### GIVEN DATA

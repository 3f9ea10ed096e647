import { compositionOf } from "./composition";
import type {
  Device,
  ErrorSource,
  MixedRow,
  MixedSolution,
  Mixing,
  MixingInput,
  Portion,
  RefusedRow,
  Stock,
  Total,
} from "./mixing";
import { mixed, type Propagated } from "./propagate";
import { deviceFault, refused, stockFault, totalVolumeOf } from "./row-faults";

/**
 * Concentrations at mixing time of every run and of every solution on the way, with what each error source does to them.
 * A row that cannot be computed is refused by name, with a sentence, and so are the rows made from it; the others stand.
 * Nothing is thrown.
 */
export function mixRuns(input: MixingInput): Mixing {
  const bench = new Bench(input);
  const solutions = input.solutions.map((solution, index) => bench.solutionRow(solution, index));
  const labels = new Set<string>();
  const runs = input.runs.map((run) => {
    if (labels.has(run.label))
      return refused(
        run.label,
        "name-twice",
        `More than one run is called ${run.label}. Give each run a label of its own.`,
      );
    labels.add(run.label);
    return bench.runRow(run.label, run.portions, run.total);
  });
  return {
    species: bench.species,
    sources: bench.sources,
    runs,
    solutions,
    refusedDevices: bench.refusedDevices,
  };
}

type Solved = Propagated & { readonly totalVolume: number | null };

/** One call's solutions, solved when a row first draws from them, and the sources found on the way. */
class Bench {
  readonly species: readonly string[];
  readonly sources: ErrorSource[] = [];
  readonly refusedDevices: readonly RefusedRow[];
  private readonly solutions: ReadonlyMap<string, Stock | MixedSolution>;
  private readonly devices: ReadonlyMap<string, Device>;
  private readonly deviceNames: ReadonlySet<string>;
  private readonly deviceSources = new Map<string, number>();
  private readonly solved = new Map<string, Solved | RefusedRow>();
  private readonly underWay = new Set<string>();
  private readonly charges: MixingInput["charges"];

  constructor({ solutions, devices = [], charges }: MixingInput) {
    this.species = [
      ...new Set(
        solutions.flatMap((one) =>
          one.kind === "stock" ? one.solutes.flatMap((solute) => Object.keys(solute.species)) : [],
        ),
      ),
    ];
    this.charges = charges;
    // The first of a name is the one drawn from; a second is refused where it stands.
    this.solutions = new Map([...solutions].reverse().map((one) => [one.name, one]));
    this.refusedDevices = devices.flatMap((device) => deviceFault(device) ?? []);
    const unfit = new Set(this.refusedDevices.map((row) => row.label));
    const fit = devices.filter((device) => !unfit.has(device.name));
    this.devices = new Map([...fit].reverse().map((device) => [device.name, device]));
    this.deviceNames = new Set(this.devices.keys());
  }

  solutionRow(solution: Stock | MixedSolution, index: number): MixedRow | RefusedRow {
    const { name } = solution;
    if (this.solutions.get(name) !== solution)
      return refused(
        name,
        "name-twice",
        `Solution ${index + 1} is called ${name}, as one before it. Give each solution a name of its own.`,
      );
    return this.row(name, this.solve(solution));
  }

  runRow(label: string, portions: readonly Portion[], total: Total | null): MixedRow | RefusedRow {
    return this.row(
      label,
      this.mixture(label, `Run ${label}`, portions, total, { name: `Volumes of ${label}`, kind: "run" }),
    );
  }

  private row(label: string, solved: Solved | RefusedRow): MixedRow | RefusedRow {
    if ("status" in solved) return { ...solved, label };
    return {
      status: "mixed",
      label,
      ...compositionOf(label, this.species, solved, solved.totalVolume, this.charges),
    };
  }

  private solve(solution: Stock | MixedSolution): Solved | RefusedRow {
    const { name } = solution;
    const known = this.solved.get(name);
    if (known !== undefined) return known;
    if (this.underWay.has(name))
      return refused(
        name,
        "made-from-itself",
        `Solution ${name} is made from itself, directly or through others. Correct what it is made from.`,
      );
    this.underWay.add(name);
    const solved =
      solution.kind === "stock"
        ? (stockFault(solution) ?? this.stock(solution))
        : this.mixture(name, `Solution ${name}`, solution.portions, solution.total, {
            name: `Dilution ${name}`,
            kind: "step",
          });
    this.underWay.delete(name);
    this.solved.set(name, solved);
    return solved;
  }

  private stock({ name, solutes }: Stock): Solved {
    const concentrations = new Float64Array(this.species.length);
    const effects = new Map<number, Float64Array>();
    for (const solute of solutes) {
      const { value, standardUncertainty } = solute.concentration;
      const effect = new Float64Array(this.species.length);
      for (const [species, count] of Object.entries(solute.species)) {
        const i = this.species.indexOf(species);
        concentrations[i] = (concentrations[i] ?? 0) + count * value;
        effect[i] = count * standardUncertainty;
      }
      if (standardUncertainty > 0)
        effects.set(
          this.newSource({
            name: solutes.length === 1 ? `Stock ${name}` : `Stock ${name}, ${solute.name}`,
            kind: "stock",
          }),
          effect,
        );
    }
    return { concentrations, effects, totalVolume: null };
  }

  private mixture(
    label: string,
    what: string,
    portions: readonly Portion[],
    total: Total | null,
    source: ErrorSource,
  ): Solved | RefusedRow {
    const totalVolume = totalVolumeOf(label, what, portions, total, this.deviceNames);
    if (typeof totalVolume !== "number") return totalVolume;
    const parts: { portion: Portion; from: Propagated | null }[] = [];
    for (const portion of portions) {
      if (portion.solution === null) {
        parts.push({ portion, from: null });
        continue;
      }
      const solution = this.solutions.get(portion.solution);
      if (solution === undefined)
        return refused(
          label,
          "stock-missing",
          `${what} draws from ${portion.solution}, which is not among the solutions. Add it, or correct the name.`,
        );
      const from = this.solve(solution);
      if ("status" in from) return refusedWith(label, what, from);
      parts.push({ portion, from });
    }
    const book = {
      ownSource: () => this.newSource(source),
      deviceSource: (device: string) => this.deviceSource(device),
    };
    return {
      ...mixed(this.species.length, parts, total ?? { kind: "sum" }, totalVolume, book),
      totalVolume,
    };
  }

  private newSource(source: ErrorSource): number {
    return this.sources.push(source) - 1;
  }

  private deviceSource(name: string): { readonly source: number; readonly relative: number } | null {
    const relative = this.devices.get(name)?.relative ?? 0;
    if (relative === 0) return null;
    const source =
      this.deviceSources.get(name) ?? this.newSource({ name: `Calibration of ${name}`, kind: "device" });
    this.deviceSources.set(name, source);
    return { source, relative };
  }
}

/** A row fails with what it draws from, and says the reason at the root of it. */
function refusedWith(label: string, what: string, cause: RefusedRow): RefusedRow {
  if (cause.code === "made-from-itself") return { ...cause, label };
  const reason =
    cause.code === "stock-refused" ? cause.message.slice(cause.message.indexOf(": ") + 2) : cause.message;
  return refused(label, "stock-refused", `${what} draws from a solution that cannot be used: ${reason}`);
}
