import { printUncertain } from "kinetics-core/quantities";
import { type PrintedConcentrations, printConcentrations } from "@/app/_findings/print-concentrations";
import type { RunAnalysis, RunMark, StudyAnalysis } from "@/app/_worksheet/analysis";
import { concentrationDisplay, rateDisplay } from "@/app/_worksheet/display-units";
import { lawSpecies, presentRuns } from "@/app/_worksheet/present-runs";
import { variedSpecies } from "@/app/_worksheet/run-marks";
import { plainNumber } from "@/app/_worksheet/standing-law.view";
import { countInWords, dayInWords } from "@/app/_worksheet/words";
import type { Sheet, SheetRun, SheetSpecies } from "@/db/sheet/sheet.schema";

/** The run sheet as it is drawn: groups of rows by series, every text ready. */
export interface RunSheetView {
  /** "Eleven runs, nine standing" */
  readonly title: string;
  /** Prose. */
  readonly lead: string;
  readonly columns: readonly ConcentrationColumn[];
  readonly groups: readonly RunGroup[];
  /** "70 s, window marked" */
  readonly sparkNote: string;
  readonly bin: readonly BinnedRun[];
}

export interface ConcentrationColumn {
  readonly speciesId: string;
  /** Prose, "[A]_0". */
  readonly head: string;
  /** Plain text, "µmol L^-1". */
  readonly unit: string;
  readonly integerDigits: number;
  readonly fractionDigits: number;
}

export interface RunGroup {
  readonly key: string;
  readonly name: string;
  /** Prose after the name: ", [A] held at 50.0 µmol L^-1. Solid marks". */
  readonly detail: string;
  readonly rows: readonly RunRow[];
}

export interface RunRow {
  readonly runId: string;
  readonly label: string;
  readonly mark: RunMark;
  readonly state: RunAnalysis["state"];
  /** In the order of the columns; null where the sheet holds none. */
  readonly concentrations: readonly (string | null)[];
  /** °C */
  readonly cell: string | null;
  readonly points: string | null;
  readonly traceSha256: string | null;
  /** First and last time used, seconds on the trace's clock. */
  readonly windowSeconds: readonly [number, number] | null;
  /** Instead of a trace: prose, "entered 1.18 ± 0.02 µmol L^-1 s^-1". */
  readonly entered: string | null;
  /** Prose. */
  readonly remark: string;
}

export interface BinnedRun {
  readonly runId: string;
  readonly label: string;
  readonly note: string;
}

/** @param initials of the group's members by id, for who set a run aside. */
export function runSheetView(
  sheet: Sheet,
  analysis: StudyAnalysis,
  initials: ReadonlyMap<string, string>,
): RunSheetView {
  const runs = presentRuns(sheet);
  const species = lawSpecies(sheet);
  const printed = species.map((one) => printConcentrations(one, runs));
  const analysed = new Map(analysis.runs.map((run) => [run.runId, run]));
  const rows = runs.flatMap((run, index) => {
    const found = analysed.get(run.id);
    return found ? [{ run, analysed: found, row: rowOf(sheet, run, found, printed, index, initials) }] : [];
  });
  const binned = sheet.runs.filter((run) => run.removedIn !== null);
  return {
    title: titleOf(analysis.runs),
    lead: leadOf(sheet, analysis.runs),
    columns: species.map((one, index) => ({
      speciesId: one.id,
      head: `[${one.symbol}]_0`,
      unit: concentrationDisplay(one.unit).unit,
      integerDigits: printed[index]?.integerDigits ?? 1,
      fractionDigits: printed[index]?.fractionDigits ?? 0,
    })),
    groups: groupsOf(sheet, rows),
    sparkNote: "window marked",
    bin: binned
      .toSorted((a, b) => (b.removedIn ?? 0) - (a.removedIn ?? 0))
      .map((run) => ({ runId: run.id, label: run.label, note: `put there in revision ${run.removedIn}` })),
  };
}

function rowOf(
  sheet: Sheet,
  run: SheetRun,
  { mark, state, rate }: RunAnalysis,
  printed: readonly PrintedConcentrations[],
  index: number,
  initials: ReadonlyMap<string, string>,
): RunRow {
  return {
    runId: run.id,
    label: run.label,
    mark,
    state,
    concentrations: printed.map(({ texts }) => texts[index] ?? null),
    cell:
      run.temperatureKelvin === null ? null : (run.temperatureKelvin - 273.15).toFixed(1).replace("-", "−"),
    points: run.trace === null ? null : String(run.trace.points),
    traceSha256: run.trace?.sha256 ?? null,
    windowSeconds: rate.kind === "estimated" ? rate.initialRate.window : null,
    entered: run.enteredRate === null ? null : enteredRate(sheet, run.enteredRate),
    remark: remarkOf(run, rate, initials),
  };
}

function enteredRate(
  sheet: Sheet,
  { molarPerSecond, standardError }: NonNullable<SheetRun["enteredRate"]>,
): string {
  const { unit, factor } = rateDisplay(sheet);
  const number = printUncertain(
    molarPerSecond * factor,
    standardError === null ? null : standardError * factor,
    { digits: 2 },
  );
  return `entered, ${plainNumber({ number, unit })}`;
}

function remarkOf(run: SheetRun, rate: RunAnalysis["rate"], initials: ReadonlyMap<string, string>): string {
  if (run.setAside !== null) {
    const who = initials.get(run.setAside.memberId);
    return `Set aside: ${run.setAside.reason}${who === undefined ? "" : ` (${who}, ${dayInWords(run.setAside.at)})`}`;
  }
  const measured = run.trace !== null || run.enteredRate !== null;
  const why = measured && rate.kind === "none" ? rate.reason : "";
  return [run.remark, why].filter((part) => part !== "").join(" ");
}

function titleOf(runs: readonly RunAnalysis[]): string {
  const standing = runs.filter((run) => run.state === "standing").length;
  if (runs.length === 0) return "No runs yet";
  const all = `${countInWords(runs.length)} ${runs.length === 1 ? "run" : "runs"}`;
  return standing === runs.length && runs.length > 1
    ? `${all}, all standing`
    : `${all}, ${countInWords(standing).toLowerCase()} standing`;
}

const FILLS: Readonly<Record<string, string>> = { first: "solid", second: "open", third: "open with a dot" };

function leadOf(sheet: Sheet, runs: readonly RunAnalysis[]): string {
  const varied = variedSpecies(sheet).slice(0, 3);
  if (runs.length === 0 || varied.length === 0) return "Each run keeps one mark on every page.";
  const fills = varied.map((id, index) => {
    const species = sheet.species.find((one) => one.id === id);
    return `${FILLS[["first", "second", "third"][index] ?? "third"]} for ${species ? nameOf(species) : ""}`;
  });
  return `Each run keeps one mark on every page: shape and shade rise with concentration, ${fills.join(", ")}.`;
}

interface PlacedRow {
  readonly run: SheetRun;
  readonly analysed: RunAnalysis;
  readonly row: RunRow;
}

const MARKS: Readonly<Record<string, string>> = {
  first: "Solid marks",
  second: "Open marks",
  third: "Open marks with a dot",
};

function groupsOf(sheet: Sheet, rows: readonly PlacedRow[]): RunGroup[] {
  const measured = rows.filter(({ run }) => run.trace !== null || run.enteredRate !== null);
  const planned = rows.filter((row) => !measured.includes(row));
  const varied = variedSpecies(sheet);
  const groups = (["base", "first", "second", "third"] as const).flatMap((series, index): RunGroup[] => {
    const members = measured.filter(({ analysed }) => analysed.mark.series === series);
    if (members.length === 0) return [];
    const ordered = members.toSorted(
      (a, b) => a.analysed.mark.level - b.analysed.mark.level || a.run.position - b.run.position,
    );
    const species = sheet.species.find((one) => one.id === varied[index - 1]);
    return [
      {
        key: series,
        name:
          series === "base"
            ? "Base recipe"
            : `${species ? sentenceStart(nameOf(species)) : "Several"} varied`,
        detail:
          series === "base"
            ? baseDetail(varied.length)
            : `${heldDetail(sheet, species, members)}. ${MARKS[series]}`,
        rows: ordered.map(({ row }) => row),
      },
    ];
  });
  if (planned.length > 0) {
    groups.push({
      key: "planned",
      name: "Planned",
      detail: ", no trace yet. Not part of the law",
      rows: planned.map(({ row }) => row),
    });
  }
  return groups;
}

function baseDetail(series: number): string {
  if (series === 0) return "";
  return series === 1
    ? ", part of the series"
    : series === 2
      ? ", centre of both series"
      : ", centre of the series";
}

/** Names what all runs of the group have in common; what differs among them is left out. */
function heldDetail(sheet: Sheet, varied: SheetSpecies | undefined, members: readonly PlacedRow[]): string {
  const held = lawSpecies(sheet).flatMap((species) => {
    if (species.id === varied?.id) return [];
    const values = members.map(({ run }) => run.concentrations[species.id]?.molar ?? 0);
    const [first = 0] = values;
    if (first === 0 || values.some((value) => Math.abs(value - first) > 0.005 * first)) return [];
    const [text] = printConcentrations(
      species,
      members.slice(0, 1).map(({ run }) => run),
    ).texts;
    return text ? [`[${species.symbol}] held at ${text} ${concentrationDisplay(species.unit).unit}`] : [];
  });
  return held.length === 0 ? "" : `, ${held.join(", ")}`;
}

function nameOf(species: SheetSpecies): string {
  return species.name || species.symbol;
}

function sentenceStart(text: string): string {
  return text.charAt(0).toUpperCase() + text.slice(1);
}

### ABOUT THIS EXERCISE
For the string "standing", show each line of the entries above where it occurs.

### RESPONSE AREA
import { plainNumber } from "@/app/_worksheet/standing-law.view";
  /** "Eleven runs, nine standing" */
  const standing = runs.filter((run) => run.state === "standing").length;
  return standing === runs.length && runs.length > 1
    ? `${all}, all standing`
    : `${all}, ${countInWords(standing).toLowerCase()} standing`;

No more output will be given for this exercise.